Homer L. Bruce et Ux., Appellants, v. United States of America, Appellee, 409 F.2d 1317 (5th Cir. 1969)Annotate this Case
William C. Griffith, Baker, Botts, Shepherd & Coates, Houston, Tex., for appellants.
Morton L. Susman, U. S. Atty., James R. Gough, Asst. U. S. Atty., Houston, Tex., Leonard B. Tatar, Atty., Tax Div., Dept. of Justice, Fort Worth, Tex., Mitchell Rogovin, Asst. Atty. Gen., Lee A. Jackson, Harry Marselli, Harry Baum, Issie L. Jenkins, Attys., Tax Division, U. S. Dept. of Justice, Washington, D. C., for appellee.
Before JONES and COLEMAN, Circuit Judges, and CHOATE, District Judge.
In this taxpayers' suit for refund, the issue is whether certain stock losses should be treated as ordinary losses (rather than capital) because of the provisions of Section 1244 of the Internal Revenue Code of 1954. The District Court determined the losses to be capital and denied the taxpayers' claim for refund. Bruce v. United States, 279 F. Supp. 686 (S.D. Tex. 1968).
The facts are adequately stated in the District Court's opinion. As to the first three stock issues, the controlling question, as we see it, is whether the definitional requirements of Section 1244 have been met regarding the period for which the stock was to be offered. 26 U.S.C. § 1244(c) (1) (A). The taxpayers strenuously argue that the inclusion of specified termination dates in the "plans" would have been "useless surplusage" under the facts of this case. While the argument is not without merit, it has been effectively answered by Spillers v. Commissioner of Internal Revenue, 5 Cir., 1968, 407 F.2d 530.1 Upon the rationale of Spillers, the District Court's holding regarding the first three issues is affirmed.

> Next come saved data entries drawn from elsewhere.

"""The sample site of gases as files state it: one per moment, since values of one moment are one sample."""

from __future__ import annotations

from core.record.channels import CHANNELS, Group
from core.record.entries import NewEntry
from core.record.instant import Instant
from core.record.message import refuse
from storage.intake.result_versions import Result, ResultVersions, Standing, identity
from storage.intake.row_reading import EntryRow


class SampleSites:
    """Notes the site of each gas; `rows` gives the entries that keep them."""

    def __init__(self) -> None:
        self._sites: dict[tuple[str, Instant], tuple[str, Result | None]] = {}
        self._stated: set[tuple[str, Instant]] = set()

    def note(self, entry: NewEntry, site: str, line: int, issued: Instant | None) -> None:
        """Note what site a value was measured in; an empty site says nothing.

        Raises:
            RecordError: `gas.two_sites`, where values of one moment come from two sites.
        """
        key = (entry.episode, entry.at)
        if entry.channel == "site":
            self._stated.add(key)
        if CHANNELS[entry.channel].group is not Group.GAS or entry.channel == "site":
            return
        held, row = self._sites.get(key, ("", None))
        if held and site and held != site:
            raise refuse("gas.two_sites", channel=entry.channel, first=held, second=site,
                         accepted="one site per moment")  # fmt: skip
        if site and not held:
            new = NewEntry(entry.episode, "site", entry.at, words=site, raw=site, zone=entry.zone, by=entry.by)
            base = identity("site", entry.episode, str(entry.at), site)
            row = Result(line, base, ("site",), new, Standing.GIVEN, "", issued)
        self._sites[key] = (site or held, row)

    def rows(self, versions: ResultVersions) -> list[EntryRow]:
        """The entries of the sites that codes and specimens name, where no entry of the file states one."""
        named = [row for key, (_site, row) in self._sites.items() if row is not None and key not in self._stated]
        return [row for row in map(versions.add, named) if row is not None]
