"""The device samples that a store already has, to tell what is new in a file from what was read before."""

from __future__ import annotations

from dataclasses import dataclass

import numpy as np

from core.record.instant import HOUR
from core.record.samples import Flags, Times
from storage.block_cuts import blocks_of
from storage.chunks import Block, decode
from storage.store import Store


@dataclass(frozen=True, slots=True)
class Compared:
    """What is new of some blocks, how many samples the store has just so, and how many others would lie under it."""

    fresh: list[Block]
    known: int = 0
    overlaid: int = 0


class HeldSamples:
    """The samples of one episode and channel in the store, as they stand."""

    def __init__(self, store: Store, episode: str, channel: str) -> None:
        self._store, self._episode, self._channel = store, episode, channel

    def compared(self, blocks: list[Block]) -> Compared:
        """The blocks, in order of time, without what is held just so.

        Of each hour that is left out which stands before its first and behind its last new sample. What is held in
        between comes along: the new block would hide it.
        """
        between = (blocks[0].t0, blocks[-1].t1)
        found = self._store.samples(self._episode, channel=self._channel, between=between)
        if not found:
            return Compared(blocks)
        held_t, held_v = found[0].t, found[0].v
        fresh: list[Block] = []
        known = overlaid = 0
        for block in blocks:
            t, v, decimals = decode(block.blob, block.t0)
            at = np.minimum(np.searchsorted(held_t, t), held_t.size - 1)
            same = (held_t[at] == t) & ((held_v[at] == v) | (np.isnan(held_v[at]) & np.isnan(v)))
            new = _new_of(t, same)
            known += int(t.size - new.sum())
            parts = [block] if new.all() else [b for a, z in _runs(new) for b in blocks_of(t[a:z], v[a:z], decimals)]
            under = sum(int(np.searchsorted(held_t, b.t1, "right") - np.searchsorted(held_t, b.t0)) for b in parts)
            overlaid += under - int((same & new).sum())
            fresh += parts
        return Compared(fresh, known, overlaid)


def _new_of(t: Times, same: Flags) -> Flags:
    """Which samples are to be taken: in each hour from the first to the last that is not held just so."""
    changed = np.flatnonzero(~same)
    if changed.size == 0:
        return ~same
    _hour, first = np.unique(t[changed] // HOUR, return_index=True)
    steps = np.zeros(t.size + 1, np.int64)
    steps[changed[first]] += 1
    steps[changed[np.append(first[1:], changed.size) - 1] + 1] -= 1
    taken: Flags = np.cumsum(steps[:-1]) > 0
    return taken


def _runs(new: Flags) -> list[tuple[int, int]]:
    """From where to where samples behind each other are new."""
    edges = np.flatnonzero(np.diff(np.concatenate(([False], new, [False])).astype(np.int8)))
    return list(zip(edges[::2].tolist(), edges[1::2].tolist(), strict=True))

The final stock offer, while meeting the specificity requirements of § 1244, was made while the corporation was in the process of liquidation and dissolution. The District Court correctly held that the loss on this stock did not qualify for the special treatment afforded by § 1244.
The clear Congressional purpose for this beneficial tax treatment is to encourage the formation and continuation of small businesses by reducing the prospective financial risks in the event the enterprise should fail. In the instant case, the only reason for the form of the last stock transaction was a desire to transform what would have ordinarily been a capital loss into an ordinary one. However, Section 1244 is designed to encourage the flow of new risk funds into an operating business, not to provide a means by which unused losses may be reduced when liquidation and failure have become a certainty. Under the circumstances of this last stock issue, "recognition of the form of the transaction would defeat the statutory purpose." United States v. General Geophysical Co., 296 F.2d 86, 88 (5 Cir. 1961).
The judgment of the District Court is
The court stated, in part:
If we put our imprimatur on what the taxpayers characterize as superfluous we would effectively repeal the requirements for § 1244 stock.